→ **Work instructions**
In the lines below, the string "CostEstimate" may appear; say how many lines hold it and give nothing more.

→ **Data to process**
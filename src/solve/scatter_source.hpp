// pcasweep/solve/scatter_source.hpp — the narrow view of the data that the exact solver needs.
//
// Contract: a ScatterSource stands for the centred data A_c = A − 1·μᵀ
// (A: N×d observations, μ: d column means) as far as its second moments go:
// N, d, μ, the scatter matrix A_cᵀA_c and its diagonal. It offers no products
// with blocks of vectors, so a source that keeps no observations (ScatterSum)
// can be one without any member that throws. CenteredOperator
// (solve/operator.hpp) extends it with the products the randomized solver
// needs; anything that only needs the scatter (solve_exact, ScatterSum::add)
// takes a ScatterSource, and a ScatterSum cannot be passed where products are
// needed: the compiler refuses it.
#pragma once

#include <Eigen/Dense>

namespace pcasweep {

class ScatterSource {
 public:
  virtual ~ScatterSource() = default;
  // N, the number of observations.
  virtual Eigen::Index rows() const = 0;
  // d, the number of variables.
  virtual Eigen::Index cols() const = 0;
  // μ, the d column means.
  virtual const Eigen::VectorXd& mean() const = 0;
  // Returns the scatter matrix A_cᵀ·A_c, d×d (= (N−1)·covariance).
  virtual Eigen::MatrixXd scatter() const = 0;
  // Returns the d per-variable sums of squares of A_c (the scatter's diagonal),
  // computed directly; their sum is ‖A_c‖²_F = (N−1)·trace(covariance).
  virtual Eigen::VectorXd column_sums_of_squares() const = 0;
};

}  // namespace pcasweep
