// pcasweep/solve/randomized_error.cpp — rounding levels and a-posteriori error figures of the randomized solver.
#include <algorithm>
#include <cmath>
#include <limits>

#include "solve/randomized_detail.hpp"

namespace pcasweep::detail {

// Relative rounding of a sum of squared products against ‖A_c‖²_F. Double
// products: Higham's worst case γ_n = n·u/(1 − n·u) (Accuracy and Stability
// of Numerical Algorithms, §3.1), n = N + d. Single products: that worst case
// (1.3e-3 at 20000×1024) is far above what happens, because the products'
// rounding errors take both signs and cancel in the sum; measured with
// OpenBLAS's sgemm against dgemm on the benchmark matrices, ‖A·W‖²_F moved by
// 3e-10 to 1.6e-9 of itself (docs/performance.md, "Precision"). The floor is
// the operator's unit_roundoff() itself: 2⁻²⁴ ≈ 6e-8 for centred data, about
// 40× that margin, and more for data whose mean inflates the rounding.
double rounding_level(const CenteredOperator& op) {
  const double n = double(op.rows() + op.cols()), u = op.unit_roundoff();
  if (u > kDoubleRoundoff) return u;
  return n * u / (1.0 - n * u);
}

// The variance the captured subspace misses and what is known of its rounding:
// ‖A_c‖²_F − ‖P·A_c‖²_F where `captured` = ‖P·A_c‖²_F. Both terms carry
// relative rounding of order rounding_level(op), so a difference below
// that fraction of ‖A_c‖²_F is noise: it is clamped to that floor.
void set_residual(SolveReport& report, double frobenius2, double captured, const CenteredOperator& op) {
  const double denom = double(op.rows() - 1);
  const double floor = rounding_level(op) * frobenius2;
  report.residual_floor = floor / denom;
  report.subspace_residual = std::max(frobenius2 - captured, floor) / denom;
}

// E_m falls at least geometrically (HMT §10.4 for the power scheme; faster for
// block Krylov); with steps Δ_m = E_{m−1} − E_m and ratio ρ = Δ_m/Δ_{m−1} < 1,
// the remaining fall is about Δ_m·ρ/(1 − ρ) (Aitken's extrapolation; an
// overestimate when convergence is faster than geometric).
double extrapolated_gap(const std::vector<double>& errors, double frobenius2) {
  if (errors.size() < 3) return std::numeric_limits<double>::quiet_NaN();
  const std::size_t m = errors.size() - 1;
  const double step = errors[m - 1] - errors[m], before = errors[m - 2] - errors[m - 1];
  const double current = errors[m];
  if (step <= 1e-15 * frobenius2 || current <= 0.0) return 0.0;
  if (before > 0.0 && step < before) {
    const double rho = step / before;
    const double remaining = step * rho / (1.0 - rho);
    if (remaining < current) return std::sqrt(current / (current - remaining)) - 1.0;
  }
  return std::numeric_limits<double>::quiet_NaN();
}

}  // namespace pcasweep::detail
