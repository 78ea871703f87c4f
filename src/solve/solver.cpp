#include "solve/solver.hpp"

#include <algorithm>
#include <cstdio>

#include "core/error.hpp"
#include "solve/exact.hpp"
#include "solve/randomized.hpp"

namespace pcasweep {

SolverChoice parse_solver_choice(const std::string& text) {
  if (text == "auto") return SolverChoice::automatic;
  if (text == "exact") return SolverChoice::exact;
  if (text == "randomized") return SolverChoice::randomized;
  throw usage_error("--solver takes auto, exact or randomized, not '" + text + "'");
}

namespace {
std::string seconds_text(double s) {
  char buf[32];
  std::snprintf(buf, sizeof buf, "%.2g s", s);
  return buf;
}
}  // namespace

Eigen::Index default_rank(Eigen::Index n, Eigen::Index d) { return std::min<Eigen::Index>({n, d, kDefaultRank}); }

CostEstimate estimate_costs(Eigen::Index n, Eigen::Index d, Eigen::Index rank, int oversample) {
  // Flop counts of the two paths, priced at rates measured on the reference
  // machine (docs/performance.md, "Choosing a solver").
  const double N = double(n), D = double(d);
  const double l = double(std::min<Eigen::Index>(rank + std::max(0, oversample), std::min(n, d)));
  CostEstimate c;
  c.exact_seconds = N * D * D / kScatterFlopRate + D * D * D / kEigenFlopRate;
  c.randomized_seconds = kTypicalPasses * 2.0 * N * D * l / kProductFlopRate + kTypicalPasses * 4.0 * (N + D) * l * l / kProductFlopRate;
  c.exact_bytes = 8.0 * D * D * 3.0;  // covariance, eigenvectors, workspace
  return c;
}

namespace {

struct Plan {
  SolverChoice choice = SolverChoice::exact;  // exact or randomized, never automatic
  Eigen::Index rank = 0;
  std::string reason;
};

// N×d data: validates the settings and decides which solver runs and why.
Plan plan_solve(Eigen::Index n, Eigen::Index d, const SolverSettings& settings) {
  const Eigen::Index smallest = std::min(n, d);
  if (n < 2) throw data_error("need at least 2 observations to estimate a covariance, got " + std::to_string(n));
  const Eigen::Index rank = settings.rank > 0 ? settings.rank : default_rank(n, d);
  if (rank > smallest) {
    throw usage_error("rank " + std::to_string(rank) + " is more than min(N, d) = " + std::to_string(smallest) +
                      " (N = " + std::to_string(n) + " observations, d = " + std::to_string(d) + " variables)");
  }
  SolverChoice choice = settings.choice;
  std::string reason;
  const CostEstimate cost = estimate_costs(n, d, rank, settings.oversample);
  if (choice == SolverChoice::exact) {
    if (cost.exact_bytes > kExactMemoryLimit) {
      throw usage_error("--solver exact: the " + std::to_string(d) + "x" + std::to_string(d) +
                        " covariance would need " + std::to_string(int(cost.exact_bytes / 1073741824.0 + 0.5)) +
                        " GiB; use --solver randomized (or auto) with --rank");
    }
    reason = "asked for with --solver exact";
  } else if (choice == SolverChoice::randomized) {
    reason = "asked for with --solver randomized";
  } else if (cost.exact_bytes > kExactMemoryLimit) {
    choice = SolverChoice::randomized;
    reason = "d = " + std::to_string(d) + ": the d×d covariance would not fit in " +
             std::to_string(int(kExactMemoryLimit / 1073741824.0)) + " GiB";
  } else if (d <= kAlwaysExactDimension) {
    choice = SolverChoice::exact;
    reason = "d = " + std::to_string(d) + " <= " + std::to_string(kAlwaysExactDimension) +
             ": the d×d covariance is cheap here and gives every component (docs/performance.md)";
  } else if (cost.randomized_seconds < kCrossoverMargin * cost.exact_seconds) {
    choice = SolverChoice::randomized;
    reason = "predicted " + seconds_text(cost.randomized_seconds) + " for rank " + std::to_string(rank) +
             " against " + seconds_text(cost.exact_seconds) + " for the exact covariance (N = " + std::to_string(n) +
             ", d = " + std::to_string(d) + ")";
  } else {
    choice = SolverChoice::exact;
    reason = "predicted " + seconds_text(cost.exact_seconds) + " for the exact covariance against " +
             seconds_text(cost.randomized_seconds) + " for rank " + std::to_string(rank) + " (N = " +
             std::to_string(n) + ", d = " + std::to_string(d) + ")";
  }
  if (choice == SolverChoice::randomized && settings.rank == 0) reason += "; rank " + std::to_string(rank) + " by default";
  return {choice, rank, reason};
}

Solution run(const CenteredOperator& op, const Plan& plan, const SolverSettings& settings) {
  Solution solution;
  if (plan.choice == SolverChoice::exact) {
    solution = solve_exact(op);
  } else {
    RandomizedSettings rs;
    rs.rank = plan.rank;
    rs.oversample = settings.oversample;
    rs.power_iterations = settings.power_iterations;
    rs.seed = settings.seed;
    if (settings.tolerance > 0.0) rs.tolerance = settings.tolerance;
    solution = solve_randomized(op, rs);
  }
  solution.report.reason = plan.reason;
  solution.report.precision = op.unit_roundoff() > kDoubleRoundoff ? "single" : "double";
  return solution;
}

}  // namespace

Solution solve(const CenteredOperator& op, const SolverSettings& settings) {
  return run(op, plan_solve(op.rows(), op.cols(), settings), settings);
}

Solution solve_scatter(const ScatterSource& source, const SolverSettings& settings) {
  SolverSettings exact = settings;
  exact.choice = SolverChoice::exact;
  const Plan plan = plan_solve(source.rows(), source.cols(), exact);
  Solution solution = solve_exact(source);
  solution.report.reason = plan.reason;
  solution.report.precision = "double";
  return solution;
}

bool precision_suffices(const Basis& basis, double unit_roundoff) {
  if (unit_roundoff <= kDoubleRoundoff) return true;
  return variance_beyond_rank(basis) >= kSingleTailMargin * unit_roundoff * basis.total_variance;
}

bool uses_single_precision(Eigen::Index n, Eigen::Index d, const SolverSettings& settings) {
  return settings.precision == Precision::single_precision &&
         plan_solve(n, d, settings).choice == SolverChoice::randomized;
}

namespace {
// The single-precision rules of solve(X, settings): `single` first when the
// plan and the data allow it, else (or when its tail is below float32's
// resolution) run_double(plan) — built only then.
template <class RunDouble>
Solution solve_with_precision(Eigen::Index n, Eigen::Index d, const CenteredOperator* single, double ratio,
                           const SolverSettings& settings, RunDouble&& run_double) {
  Plan plan = plan_solve(n, d, settings);
  if (plan.choice == SolverChoice::randomized && settings.precision == Precision::single_precision && single) {
    char buf[320];
    if (ratio <= kSingleOffsetLimit) {
      Solution solution = run(*single, plan, settings);
      const Basis& basis = solution.basis;
      if (precision_suffices(basis, single->unit_roundoff())) return solution;
      std::snprintf(buf, sizeof buf,
                    "; double-precision products after a single-precision solve: the variance beyond rank %ld "
                    "(%.2g of the total) is below what float32 products resolve (%g times their rounding, %.2g)",
                    long(plan.rank), variance_beyond_rank(basis) / basis.total_variance, kSingleTailMargin,
                    single->unit_roundoff());
    } else {
      std::snprintf(buf, sizeof buf,
                    "; double-precision products although single was asked: the data's mean makes it %.3g times "
                    "its spread (||A||_F/||A_c||_F > %g), a factor float32 products would lose in accuracy",
                    ratio, kSingleOffsetLimit);
    }
    plan.reason += buf;
  }
  return run_double(plan);
}
}  // namespace

Solution solve(const CenteredOperator& op, const CenteredOperator* single, double ratio, const SolverSettings& settings) {
  return solve_with_precision(op.rows(), op.cols(), single, ratio, settings,
                              [&](const Plan& plan) { return run(op, plan, settings); });
}

Solution solve(const Eigen::MatrixXd& X, const SolverSettings& settings) {
  const auto run_dense = [&](const Plan& plan) { return run(DenseOperator(X), plan, settings); };
  if (!uses_single_precision(X.rows(), X.cols(), settings))
    return solve_with_precision(X.rows(), X.cols(), nullptr, 1.0, settings, run_dense);
  const SingleOperator single(X);
  return solve_with_precision(X.rows(), X.cols(), &single, single.offset_ratio(), settings, run_dense);
}

}  // namespace pcasweep
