// pcasweep/solve/randomized_detail.hpp — the randomized solver's two schemes and their error figures (internal).
//
// Contract: solve_randomized (randomized.cpp) checks the settings, fills the
// Basis's moments and the report's common fields, and hands the rest to one of
// two schemes, each in its own file and each a short list of named steps:
//  - subspace_iteration (power_scheme.cpp): fixed q, HMT Algorithm 4.4;
//  - block_krylov (block_krylov.cpp): the adaptive default.
// Both fill out.basis.components and .eigenvalues (r = k, decreasing) and the
// scheme's fields of out.report (scheme, passes, converged, changes, residual,
// gap); they throw only what the operator's products or the eigensolver throw.
// The error figures both report come from the three helpers below
// (randomized_error.cpp). Shapes: op is N×d; k <= l <= min(N, d).
#pragma once

#include <vector>

#include "solve/randomized.hpp"

namespace pcasweep::detail {

// Relative rounding of a sum of squared products of `op` against ‖A_c‖²_F:
// Higham's γ_n for double products (n = N + d), the operator's own
// unit_roundoff() for single ones. Returns a fraction (> 0).
double rounding_level(const CenteredOperator& op);

// Sets report.subspace_residual = (‖A_c‖²_F − captured)/(N−1), clamped below to
// report.residual_floor = rounding_level(op)·‖A_c‖²_F/(N−1). frobenius2 = ‖A_c‖²_F,
// captured = ‖P·A_c‖²_F of the sampled subspace.
void set_residual(SolveReport& report, double frobenius2, double captured, const CenteredOperator& op);

// errors: the rank-k error² of successive estimates (oldest first). Returns the
// estimated relative excess of the last one's error over the optimum
// (√(E/(E − remaining)) − 1, Aitken's extrapolation), 0 when the last step is
// at round-off, NaN with fewer than 3 estimates or steps that do not shrink.
double extrapolated_gap(const std::vector<double>& errors, double frobenius2);

// Fixed q (HMT Algorithm 4.4): 2q + 2 passes; with q = 0 and l = min(N, d) exact.
// op: N×d; k components out of an l-wide sample; frobenius2 = ‖A_c‖²_F.
void subspace_iteration(const CenteredOperator& op, Eigen::Index k, Eigen::Index l, int power_iterations,
                        std::uint64_t seed, double frobenius2, Solution& out);

// Adaptive: randomized block Krylov with blocks of width l, stopping by
// settings.tolerance or settings.max_passes. op: N×d; frobenius2 = ‖A_c‖²_F.
void block_krylov(const CenteredOperator& op, Eigen::Index k, Eigen::Index l, const RandomizedSettings& settings,
                  double frobenius2, Solution& out);

}  // namespace pcasweep::detail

→ **Task result**
3